Prompt:
In the data below, find each line carrying the string "known" and copy it out.

(Dataset entries)
--------------------------------------------------

#include "read/element.h"

#include <string.h>

#include "base/number.h"

static bool is_letter(char c)
{
	return (c >= 'A' && c <= 'Z') || (c >= 'a' && c <= 'z');
}

static bool is_capital(char c)
{
	return c >= 'A' && c <= 'Z';
}

static char capital(char c)
{
	return is_letter(c) ? (char)(c & ~32) : c;
}

static char small(char c)
{
	return is_letter(c) ? (char)(c | 32) : c;
}

/* Of one or two letters, whatever their case; 0: none. */
static int element_of(const char *letters, size_t n)
{
	char symbol[3] = { capital(letters[0]), n > 1 ? small(letters[1]) : '\0', '\0' };

	if (n == 1 && (symbol[0] == 'D' || symbol[0] == 'T'))
		return 1;
	return bh_element_z(symbol);
}

/* "3+", "+3", "-", "2-" behind a symbol; digits without a sign are a number of the site. */
static int charge_of(const char *s, size_t n)
{
	int sign = 0, digits = 0;

	for (size_t i = 0; i < n; i++) {
		if (s[i] == '+' || s[i] == '-')
			sign = s[i] == '+' ? 1 : -1;
		else if (s[i] >= '0' && s[i] <= '9' && digits == 0)
			digits = s[i] - '0';
		else
			break;
	}
	return sign * (digits ? digits : 1);
}

bool bh_element_type(int *z, int *charge, const char *text, size_t length)
{
	size_t letters = 0;

	while (letters < length && is_letter(text[letters]))
		letters++;
	*z = 0;
	*charge = 0;
	if (letters == 0)
		return false;
	/* "Cval", "Siva", "Hiso": an atom in a bond */
	if (letters >= 2 && (letters == 2 || !is_capital(text[1])))
		*z = element_of(text, 2);
	if (!*z)
		*z = element_of(text, 1);
	*charge = charge_of(text + letters, length - letters);
	return *z != 0;
}

void bh_element_formula(bh_element_counts *counts, const char *text, size_t length)
{
	*counts = (bh_element_counts){ .known = false };
	for (size_t i = 0; i < length;) {
		size_t letters = 0, digits = 0;
		double many = 1;
		int z;

		if (text[i] == ' ' || text[i] == '\n' || text[i] == '\r' ||
		    text[i] == '\t' || text[i] == ',') {
			i++;
			continue;
		}
		while (i + letters < length && is_letter(text[i + letters]))
			letters++;
		while (i + letters + digits < length &&
		       ((text[i + letters + digits] >= '0' &&
			 text[i + letters + digits] <= '9') ||
			text[i + letters + digits] == '.'))
			digits++;
		z = letters == 1 || letters == 2 ? element_of(text + i, letters) : 0;
		if (!z ||
		    (digits && !bh_number_read(&many, text + i + letters, digits))) {
			*counts = (bh_element_counts){ .known = false };
			return;
		}
		counts->atoms[z] += many;
		counts->known = true;
		i += letters + digits;
	}
}

static bool is_water(const char *text, size_t letters)
{
	return letters >= 3 && small(text[0]) == 'w' && small(text[1]) == 'a' &&
	       small(text[2]) == 't';
}

int bh_element_label(int z[2], const char *text, size_t length)
{
	size_t letters = 0;
	int one, two;
	bool proper;

	while (letters < length && is_letter(text[letters]))
		letters++;
	if (letters == 0)
		return 0;
	if (is_water(text, letters)) {
		z[0] = 8;
		return 1;
	}
	one = element_of(text, 1);
	two = letters >= 2 ? element_of(text, 2) : 0;
	proper = letters >= 2 && !is_capital(text[1]);
	if (!one || !two) {
		z[0] = one ? one : two;
		return z[0] != 0;
	}
	z[0] = proper ? two : one;
	z[1] = proper ? one : two;
	return 2;
}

--------------------------------------------------

Reply:
	*counts = (bh_element_counts){ .known = false };
			*counts = (bh_element_counts){ .known = false };
		counts->known = true;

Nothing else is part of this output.